*** Opening of INPUT DATA ***

package org.loopledger.kernel.protocol;

import com.google.gson.JsonObject;

import java.time.Instant;
import java.time.temporal.ChronoUnit;
import java.util.UUID;

/** Builds message headers as the Jupyter messaging specification 5.3 defines them. */
public final class Headers {
    public static final String PROTOCOL_VERSION = "5.3";

    private Headers() {}

    public static JsonObject create(String msgType, String session, String username) {
        JsonObject h = new JsonObject();
        h.addProperty("msg_id", UUID.randomUUID().toString());
        h.addProperty("session", session);
        h.addProperty("username", username);
        h.addProperty("date", Instant.now().truncatedTo(ChronoUnit.MICROS).toString());
        h.addProperty("msg_type", msgType);
        h.addProperty("version", PROTOCOL_VERSION);
        return h;
    }
}
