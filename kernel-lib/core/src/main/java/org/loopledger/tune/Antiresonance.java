package org.loopledger.tune;

import org.loopledger.lti.Units;

/**
 * A lightly damped antiresonance (a dip, the zero pair of a two-mass axis seen from the motor) found in a
 * measured plant response.
 *
 * @param frequencyHz      frequency of the dip
 * @param depthDb          depth of the dip below the rigid-body trend (|P|·ω<sup>n</sup> flattened), dB, positive
 * @param halfPowerWidthHz width of the dip 3 dB above its bottom
 * @param dampingEstimate  ζ ≈ width / (2·f) (half-power bandwidth, common practice)
 * @param warnings         why the figures cannot be trusted as printed (empty when the dip is resolved)
 */
public record Antiresonance(double frequencyHz, double depthDb, double halfPowerWidthHz, double dampingEstimate, java.util.List<ResonanceWarning> warnings) {
    public Antiresonance {
        warnings = java.util.List.copyOf(warnings);
    }

    /** An antiresonance without warnings. */
    public Antiresonance(double frequencyHz, double depthDb, double halfPowerWidthHz, double dampingEstimate) {
        this(frequencyHz, depthDb, halfPowerWidthHz, dampingEstimate, java.util.List.of());
    }

    /** Whether the frequency grid resolves the dip, so that the width and damping mean what they say. */
    public boolean dampingResolved() {
        return warnings.stream().noneMatch(w -> w.kind() == ResonanceWarning.Kind.DAMPING_NOT_RESOLVED);
    }

    @Override public String toString() {
        StringBuilder sb = new StringBuilder("antiresonance at " + Units.formatHz(frequencyHz) + ": " + Units.g4(depthDb)
                + " dB below the rigid-body trend, half-power width " + Units.formatHz(halfPowerWidthHz) + ", damping ≈ " + Units.g4(dampingEstimate));
        for (ResonanceWarning w : warnings) sb.append("\n  warning: ").append(w.message());
        return sb.toString();
    }
}
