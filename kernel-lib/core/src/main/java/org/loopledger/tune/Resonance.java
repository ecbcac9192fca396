package org.loopledger.tune;

import org.loopledger.lti.Units;

import java.util.List;

/**
 * A lightly damped resonance found in a measured plant response.
 *
 * @param frequencyHz     frequency of the peak
 * @param prominenceDb    height of the peak above the rigid-body trend (|P|·ω<sup>n</sup> flattened, n net integrators), dB
 * @param halfPowerWidthHz width of the peak 3 dB below its top
 * @param dampingEstimate ζ ≈ width / (2·f) from the half-power bandwidth (common practice)
 * @param warnings        why the figures cannot be trusted as printed (empty when the peak is resolved)
 */
public record Resonance(double frequencyHz, double prominenceDb, double halfPowerWidthHz, double dampingEstimate, List<ResonanceWarning> warnings) {
    public Resonance {
        warnings = List.copyOf(warnings);
    }

    /** Frequency of the peak in Hz. */
    @Override public double frequencyHz() { return frequencyHz; }

    /** Height of the peak above the rigid-body trend in dB (|P|·ω<sup>n</sup> flattened, n net integrators). */
    @Override public double prominenceDb() { return prominenceDb; }

    /** Width of the peak 3 dB below its top, in Hz; see {@link #dampingResolved()} before trusting it. */
    @Override public double halfPowerWidthHz() { return halfPowerWidthHz; }

    /** ζ ≈ width / (2·f) from the half-power bandwidth (common practice); see {@link #dampingResolved()}. */
    @Override public double dampingEstimate() { return dampingEstimate; }

    /** A resonance without warnings. */
    public Resonance(double frequencyHz, double prominenceDb, double halfPowerWidthHz, double dampingEstimate) {
        this(frequencyHz, prominenceDb, halfPowerWidthHz, dampingEstimate, List.of());
    }

    /** Whether the frequency grid resolves the peak, so that the width and damping mean what they say. */
    public boolean dampingResolved() {
        return warnings.stream().noneMatch(w -> w.kind() == ResonanceWarning.Kind.DAMPING_NOT_RESOLVED);
    }

    @Override public String toString() {
        StringBuilder sb = new StringBuilder("resonance at " + Units.formatHz(frequencyHz) + ": " + Units.g4(prominenceDb)
                + " dB above the rigid-body trend, half-power width " + Units.formatHz(halfPowerWidthHz) + ", damping ≈ " + Units.g4(dampingEstimate));
        for (ResonanceWarning w : warnings) sb.append("\n  warning: ").append(w.message());
        return sb.toString();
    }
}
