package org.loopledger.tune;

import org.loopledger.control.DriveTiming;
import org.loopledger.control.FilterChain;
import org.loopledger.control.Notch;
import org.loopledger.lti.Units;

import java.util.ArrayList;
import java.util.List;

/**
 * A notch proposed against a resonance, with the figures before and after: the loops with the tuning
 * found without a notch, the same gains with the notch added (what the notch alone does to the
 * margins), and a fresh tuning with the notch (what it buys in bandwidth).
 *
 * <p>Placement (common practice): centre on the resonance (across load cases, the geometric mean of the
 * resonance frequencies), depth the largest prominence plus 6 dB (at most 40 dB), width covering the
 * spread of the resonance over the load cases plus k times the widest half-power bandwidth, with k
 * from {1/2, 1, 2}: the width whose re-tuning reaches the highest worst-case velocity crossover wins
 * (a wide notch adds phase lag below its centre, a narrow one misses a shifting resonance).
 * {@link #pays()} says whether the notch improved anything.
 */
public record NotchProposal(List<Resonance> resonances, Notch notch, TuningResult without, List<LoadCaseFigures> sameGainsWithNotch,
                            TuningResult with) {
    private static final double[] WIDTH_FACTORS = {0.5, 1, 2};

    public NotchProposal {
        resonances = List.copyOf(resonances);
        sameGainsWithNotch = List.copyOf(sameGainsWithNotch);
    }

    /** Whether re-tuning with the notch gives a higher worst-case velocity crossover than without it (both meeting the spec). */
    public boolean pays() {
        return with.specMet() && (!without.specMet() || with.worstVelocityCrossoverHz() > without.worstVelocityCrossoverHz());
    }

    /** Finds the strongest resonance in each load case, places one notch over them, and tunes without and with it. */
    public static NotchProposal propose(List<PlantCase> cases, DriveTiming timing, FilterChain filters, TuningSpec spec, double minProminenceDb) {
        List<Resonance> found = new ArrayList<>();
        for (PlantCase c : cases) {
            List<Resonance> r = Resonances.find(c.plantToVelocity(), minProminenceDb);
            if (!r.isEmpty()) found.add(r.get(0));
        }
        if (found.isEmpty()) {
            throw new IllegalArgumentException("no resonance stands " + Units.g4(minProminenceDb) + " dB above the rigid-body trend in any load case; "
                    + "no notch is needed (or lower the prominence threshold)");
        }
        double logSum = 0, lo = Double.POSITIVE_INFINITY, hi = 0, widest = 0, prom = 0;
        for (Resonance r : found) {
            logSum += Math.log(r.frequencyHz());
            lo = Math.min(lo, r.frequencyHz());
            hi = Math.max(hi, r.frequencyHz());
            widest = Math.max(widest, r.halfPowerWidthHz());
            prom = Math.max(prom, r.prominenceDb());
        }
        double centre = Math.exp(logSum / found.size());
        double depth = Math.min(40, prom + 6);
        TuningResult without = AutoTune.onMeasured(cases, timing, filters, spec);
        Notch bestNotch = null;
        TuningResult best = null;
        for (double k : WIDTH_FACTORS) {
            Notch notch = Notch.ofHz(centre, depth, (hi - lo) + k * widest);
            TuningResult t = AutoTune.onMeasured(cases, timing, filters.then(notch), spec);
            if (best == null || better(t, best)) {
                best = t;
                bestNotch = notch;
            }
        }
        List<LoadCaseFigures> same = new ArrayList<>();
        for (PlantCase c : cases) same.add(AutoTune.reanalyse(c, without.piv(), without.filters().then(bestNotch), timing));
        return new NotchProposal(found, bestNotch, without, same, best);
    }

    private static boolean better(TuningResult a, TuningResult b) {
        if (a.specMet() != b.specMet()) return a.specMet();
        return a.worstVelocityCrossoverHz() > b.worstVelocityCrossoverHz();
    }

    /** One line: the notch and whether it pays (the full report: {@code display.NotchProposalText}). */
    @Override public String toString() {
        return "proposed " + notch + ": " + (pays() ? "the notch pays: higher worst-case velocity crossover" : "the notch does not pay here: re-tuning with it gives no higher crossover");
    }
}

*** Close of INPUT DATA ***

When a line contains the string "proposed", copy it from the records.

* [OUTPUT]
 * A notch proposed against a resonance, with the figures before and after: the loops with the tuning
        return "proposed " + notch + ": " + (pays() ? "the notch pays: higher worst-case velocity crossover" : "the notch does not pay here: re-tuning with it gives no higher crossover");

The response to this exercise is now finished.